**SOURCE RECORDS**
+++++

/** Loops: counted, conditional, concurrent, and the older ones that end at a label. */
import type { Expr, Stmt } from '../../program/nodes.ts';
import { closerAt, closeBlock } from './blocks.ts';
import { expression } from './expressions.ts';
import { list } from './primary.ts';
import type { Reader } from './reader.ts';
import { assigned, block, headBase, statement } from './statements.ts';
import type { Token } from './tokens.ts';

interface Counter {
  readonly target: Expr;
  readonly iterable: Expr;
}

/** `do i = 1, n`, `do while (c)`, `do concurrent (…)`, `do 10 i = 1, n`, `do`. */
export function doStatement(reader: Reader, opener: Token): readonly Stmt[] | undefined {
  reader.next();
  const label = reader.token.kind === 'number' ? reader.next().text : undefined;
  reader.takeOp(',');
  if (reader.isName('while') && reader.isOp('(', 1)) {
    reader.next();
    const test = list(reader, ')')[0]?.value;
    const body = bodyOf(reader, opener, label);
    return [{ kind: 'loop', ...(test ? { condition: test } : {}), body, otherwise: [], ...headBase(reader, opener.start) }];
  }
  if (reader.isName('concurrent') && reader.isOp('(', 1)) {
    reader.next();
    const counters = countersIn(reader);
    reader.skipStatement();
    return nested(reader, opener, counters, bodyOf(reader, opener, label));
  }
  const counter = reader.token.kind === 'name' && reader.isOp('=', 1) ? counted(reader) : undefined;
  if (!counter && !reader.atBreak) reader.problem(`${reader.token.text} does not fit here`);
  const body = bodyOf(reader, opener, label);
  return [{ kind: 'loop', ...counter, body, otherwise: [], ...headBase(reader, opener.start) }];
}

/** `i = first, last, step`. */
function counted(reader: Reader): Counter {
  const name = reader.next();
  reader.next();
  const target: Expr = { kind: 'name', name: name.text, start: name.start, end: name.end };
  assigned(reader, target);
  const { start } = reader.token;
  const parts = [expression(reader)];
  while (reader.takeOp(',')) parts.push(expression(reader));
  return { target, iterable: { kind: 'slice', parts, start: Math.min(start, (parts[0] as Expr).start), end: Math.max(reader.lastEnd, (parts.at(-1) as Expr).end) } };
}

/** `(i = 1:n, j = 1:m, mask)` of `forall` and `do concurrent`; a mask is passed over. */
function countersIn(reader: Reader): readonly Counter[] {
  return list(reader, ')').flatMap((each): Counter[] => {
    if (each.name === undefined || each.value.kind !== 'slice') return [];
    const target: Expr = { kind: 'name', name: each.name, start: each.start, end: each.start + each.name.length };
    assigned(reader, target);
    return [{ target, iterable: each.value }];
  });
}

function nested(reader: Reader, opener: Token, counters: readonly Counter[], body: readonly Stmt[]): readonly Stmt[] {
  const base = headBase(reader, opener.start);
  const made = counters.reduceRight<readonly Stmt[]>((inner, counter) => [{ kind: 'loop', ...counter, body: inner, otherwise: [], start: base.start, end: base.end }], body);
  return made;
}

/** The body with its end: `end do`, or the statement that carries the label, which loops around may share. */
function bodyOf(reader: Reader, opener: Token, label: string | undefined): readonly Stmt[] {
  if (!reader.atBreak && !reader.done) reader.skipStatement();
  reader.open.push('do');
  const body = label === undefined ? block(reader) : labelled(reader, label, opener);
  reader.open.pop();
  if (label === undefined) closeBlock(reader, 'do', opener);
  return body;
}

function labelled(reader: Reader, label: string, opener: Token): readonly Stmt[] {
  const found: Stmt[] = [];
  while (!reader.done) {
    if (reader.atBreak) {
      reader.next();
      continue;
    }
    if (reader.token.kind === 'number' && reader.token.text === label && isEndDo(reader)) {
      reader.skipStatement();
      reader.label = label;
      return found;
    }
    if (closerAt(reader)) break;
    found.push(...statement(reader));
    if (reader.label === label) return found;
  }
  reader.problem(`${opener.text} is not closed`, opener);
  return found;
}

/** `10 end do`. */
function isEndDo(reader: Reader): boolean {
  reader.at++;
  const found = closerAt(reader)?.word === 'do';
  reader.at--;
  return found;
}

/** `forall (i = 1:n) a(i) = b(i)`, or a block. */
export function forallStatement(reader: Reader, opener: Token): readonly Stmt[] {
  reader.next();
  const counters = countersIn(reader);
  if (!reader.atBreak) return nested(reader, opener, counters, statement(reader));
  reader.open.push('forall');
  const body = block(reader);
  reader.open.pop();
  closeBlock(reader, 'forall', opener);
  return nested(reader, opener, counters, body);
}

+++++

**PROBLEM TO SOLVE**
All that is wanted is the stretch of lines above from the one containing "const label = reader.token.kind" through the one containing "const base = headBase(reader, opener.start);", duplicated exactly.

**FINISHED EXERCISE**
  const label = reader.token.kind === 'number' ? reader.next().text : undefined;
  reader.takeOp(',');
  if (reader.isName('while') && reader.isOp('(', 1)) {
    reader.next();
    const test = list(reader, ')')[0]?.value;
    const body = bodyOf(reader, opener, label);
    return [{ kind: 'loop', ...(test ? { condition: test } : {}), body, otherwise: [], ...headBase(reader, opener.start) }];
  }
  if (reader.isName('concurrent') && reader.isOp('(', 1)) {
    reader.next();
    const counters = countersIn(reader);
    reader.skipStatement();
    return nested(reader, opener, counters, bodyOf(reader, opener, label));
  }
  const counter = reader.token.kind === 'name' && reader.isOp('=', 1) ? counted(reader) : undefined;
  if (!counter && !reader.atBreak) reader.problem(`${reader.token.text} does not fit here`);
  const body = bodyOf(reader, opener, label);
  return [{ kind: 'loop', ...counter, body, otherwise: [], ...headBase(reader, opener.start) }];
}

/** `i = first, last, step`. */
function counted(reader: Reader): Counter {
  const name = reader.next();
  reader.next();
  const target: Expr = { kind: 'name', name: name.text, start: name.start, end: name.end };
  assigned(reader, target);
  const { start } = reader.token;
  const parts = [expression(reader)];
  while (reader.takeOp(',')) parts.push(expression(reader));
  return { target, iterable: { kind: 'slice', parts, start: Math.min(start, (parts[0] as Expr).start), end: Math.max(reader.lastEnd, (parts.at(-1) as Expr).end) } };
}

/** `(i = 1:n, j = 1:m, mask)` of `forall` and `do concurrent`; a mask is passed over. */
function countersIn(reader: Reader): readonly Counter[] {
  return list(reader, ')').flatMap((each): Counter[] => {
    if (each.name === undefined || each.value.kind !== 'slice') return [];
    const target: Expr = { kind: 'name', name: each.name, start: each.start, end: each.start + each.name.length };
    assigned(reader, target);
    return [{ target, iterable: each.value }];
  });
}

function nested(reader: Reader, opener: Token, counters: readonly Counter[], body: readonly Stmt[]): readonly Stmt[] {
  const base = headBase(reader, opener.start);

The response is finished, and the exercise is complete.